Atwoods: Deriving Torque Relation with R

[breez]

A pulley with radius R is free to rotate on a horizontal fixed axis through its center. A string passes over the pulley. Mass m1 is attached to one end and mass m2 is attached to the other. The portion of the string attached to m1 has tension T1 and the portion attached to m2 has tension T2. The magnitude of the total external torque, about the pulley center, acting on the masses and pulley, considered as a system, is given by:

(m1 – m2)gR

Can someone explain how to derive this relation? Why is the distance just R?

 

[Doc Al]

The force (mg) acts vertically and R is the perpendicular distance to the axis. So each torque is just:

\tau = \vec{r} \times \vec{F} = RF = mgR

 

[breez]

I thought the force a acting perpendicular to the center of pulley is tension, not gravity.

 

[Doc Al]

I thought the force a acting perpendicular to the center of pulley is tension, not gravity.
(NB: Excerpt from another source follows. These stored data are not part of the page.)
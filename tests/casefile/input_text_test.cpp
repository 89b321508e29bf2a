// Text echoed from a user's file into a message: control characters named,
// long values shortened, repeated problems counted.
#include "plystrain/solver/input_text.hpp"
#include "plystrain/solver/input_error.hpp"
#include "plystrain/solver/text_distance.hpp"

#include <catch2/catch.hpp>

using namespace plystrain;

TEST_CASE("control characters are named, not echoed", "[input][text]") {
  CHECK(escape_control_characters("plain text, é, µm") == "plain text, é, µm");
  CHECK(escape_control_characters(std::string("a\0b", 3)) == "a\\u0000b");
  CHECK(escape_control_characters("\x1b[31mred\x07") == "\\u001B[31mred\\u0007");
  CHECK(escape_control_characters("\x7f") == "\\u007F");
  CHECK(escape_control_characters("\xc2\x85") == "\\u0085");  // C1 next line
  CHECK(escape_control_characters("\xe2\x80\xae"
                                  "abc") == "\\u202Eabc");  // right-to-left override
  CHECK(escape_control_characters("\xff"
                                  "x\xc3") == "\\xFFx\\xC3");  // not UTF-8
  CHECK(has_control_characters("tab\there"));
  CHECK_FALSE(has_control_characters("no tab here"));
}

TEST_CASE("long values are shortened on a character boundary", "[input][text]") {
  CHECK(echoed(std::string(80, 'a')) == std::string(80, 'a'));
  const std::string long_text(100000, 'a');
  CHECK(echoed(long_text) == std::string(60, 'a') + "\u2026 (100,000 characters)");
  // Two-byte characters: 60 of them are kept whole, never half of one.
  std::string accented;
  for (int i = 0; i < 100; ++i) {
    accented += "é";
  }
  const std::string shown = echoed(accented);
  CHECK(shown.substr(0, 120) == accented.substr(0, 120));
  CHECK_THAT(shown, Catch::Matchers::EndsWith("\u2026 (100 characters)"));
  CHECK(quoted_echo("say \"hi\"\\") == "\"say \\\"hi\\\"\\\\\"");
  CHECK(grouped_count(0) == "0");
  CHECK(grouped_count(999) == "999");
  CHECK(grouped_count(1000) == "1,000");
  CHECK(grouped_count(1234567) == "1,234,567");
}

TEST_CASE("an input error lists a few of each kind and counts the rest", "[input][errors]") {
  const auto problem = [](int line, std::string key, std::string message) {
    InputProblem made;
    made.where = SourceLocation{"f.toml", line, line == 2000 ? 1 : 3};
    made.key_path = std::move(key);
    made.message = std::move(message);
    return made;
  };
  std::vector<InputProblem> problems;
  for (int i = 1; i <= 1000; ++i) {
    problems.push_back(
        problem(i, "sweep.values[" + std::to_string(i) + "]",
                "expected a number, found the string \"x" + std::to_string(i) + "\""));
  }
  problems.push_back(problem(2000, "title", "expected a string without control characters"));
  const InputError error(problems);
  REQUIRE(error.problems().size() == problems_listed_per_kind + 1);
  CHECK(error.problems()[problems_listed_per_kind - 1].similar_not_listed == 995);
  CHECK(error.problems().back().key_path == "title");
  CHECK_THAT(error.what(),
             Catch::Matchers::Contains("f.toml:5:3: ... and 995 more errors like this"));
  CHECK(error.not_listed() == 0);
}

TEST_CASE("an input error escapes and shortens what a reader put in it", "[input][errors]") {
  const std::string key(5000, 'k');
  const InputError error(SourceLocation{"a\x1b.toml", 2, 1}, key, "found \x07 and " + key);
  const std::string message = error.what();
  CHECK(message.size() < 400);
  CHECK_THAT(message, Catch::Matchers::StartsWith("a\\u001B.toml:2:1: kkk"));
  CHECK_THAT(message, Catch::Matchers::Contains("found \\u0007 and"));
  CHECK_THAT(message, Catch::Matchers::Contains("(5,000 characters)"));
  CHECK_FALSE(has_control_characters(message));
}

TEST_CASE("a hint is found as before for a long misspelt word", "[input][text]") {
  CHECK(closest_match("thicknes", {"thickness", "material"}) == "thickness");
  CHECK(closest_match(std::string(100000, 't'), {"thickness", "material"}).empty());
}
The force on the pulley is the tension, not the weight. But I thought you were asking about the net torque on the entire system, not just on the pulley. (A perfectly valid way to analyze the problem, but I would not recommend it.)

 

[breez]

Hmm,

The problem asks for the net torque on the entire system about the center of the pulley. I believe the gravitational forces, m1g and m2g are acting at the center of masses of the two masses, which are some distance from the center. I am confused how to calculate the net torque because I thought you had to add all the individual torques, which would mean I would need to know the distance at any time between the center of mass of each mass and the center of the pulley.

I'm sorry, but I do not see the reasoning behind just adding up all the forces on the system and multiplying by R.

 

[Doc Al]

The problem asks for the net torque on the entire system about the center of the pulley. I believe the gravitational forces, m1g and m2g are acting at the center of masses of the two masses, which are some distance from the center.
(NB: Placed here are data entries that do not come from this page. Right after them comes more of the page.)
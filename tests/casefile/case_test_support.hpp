// Helpers shared by the case-reader tests.
#pragma once

#include "plystrain/solver/case_reader.hpp"
#include "plystrain/solver/input_error.hpp"
#include "plystrain/solver/material_library.hpp"

#include <catch2/catch.hpp>

#include <filesystem>
#include <fstream>
#include <map>
#include <string>

namespace plystrain::test {

inline std::filesystem::path case_data(const std::string& name) {
  return std::filesystem::path(PLYSTRAIN_TEST_DATA_DIR) / "cases" / name;
}

inline std::filesystem::path source_dir() { return std::filesystem::path(PLYSTRAIN_SOURCE_DIR); }

// A small library with some of the built-in keys, so that the reader's tests
// do not depend on the built-in library's contents. The material values are
// not read by the case reader; they are placeholders invented for the tests.
inline MaterialLibrary test_library() {
  std::map<std::string, materials::MaterialRecord> records;
  for (const char* key : {"silicone-10to1", "silicone-soft", "pedot-pss", "p3ht", "pbttt", "silver",
                          "gold", "ito", "parylene-c", "polyimide-foil", "demo-elastomer",
                          "demo-stiff-film", "demo-encapsulant", "zinc-oxide", "tpu-film", "test-extra-film"}) {
    materials::MaterialRecord record;
    record.key = key;
    record.law.kind = materials::ModelKind::neo_hookean;
    record.law.shear_modulus = 1.0;
    record.law.bulk_modulus = 100.0;
    record.basis = "demo";
    record.source = "invented for the reader's tests";
    records.emplace(key, record);
  }
  return MaterialLibrary(std::move(records));
}

inline std::string read_text(const std::filesystem::path& file) {
  std::ifstream stream(file, std::ios::binary);
  return {std::istreambuf_iterator<char>(stream), std::istreambuf_iterator<char>()};
}

// The InputError read_case throws for `file`; fails the test if it reads.
inline InputError input_error_of(const std::filesystem::path& file) {
  try {
    static_cast<void>(read_case(file, test_library()));
  } catch (const InputError& error) {
    return error;
  }
  FAIL("expected an InputError for " << file.string());
  throw std::logic_error("unreachable");
}

inline InputError input_error_of_text(const std::string& text,
                                      const std::string& file = "inline.toml") {
  try {
    static_cast<void>(read_case_text(text, file, test_library()));
  } catch (const InputError& error) {
    return error;
  }
  FAIL("expected an InputError for:\n" << text);
  throw std::logic_error("unreachable");
}

// A valid minimal stack, to which tests append or in which they replace lines.
inline const char* minimal_case() {
  return R"(format = 1

[geometry]
shape = "strip"
width = 100.0

[[layer]]
name = "base"
role = "substrate"
material = "silicone-10to1"
thickness = 50.0

[[layer]]
name = "film"
role = "active"
material = "p3ht"
thickness = 0.1

[load]
kind = "stretch"
strain = 0.1
)";
}

}  // namespace plystrain::test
You can certainly do it that way also. You'll get the same answer.

I am confused how to calculate the net torque because I thought you had to add all the individual torques, which would mean I would need to know the distance at any time between the center of mass of each mass and the center of the pulley.

All you need is the perpendicular distance. Consider this:
\tau = \vec{r} \times \vec{F} = rF\sin\theta

While the distance r is constantly changing, what counts is r\sin\theta--which is constant and equal to R.

I'm sorry, but I do not see the reasoning behind just adding up all the forces on the system and multiplying by R.

You need to firm up your understanding of torque and how to calculate it.

 

[breez]

Yeah, you're right. I forgot it was the moment arm, since it's the cross product. Wow.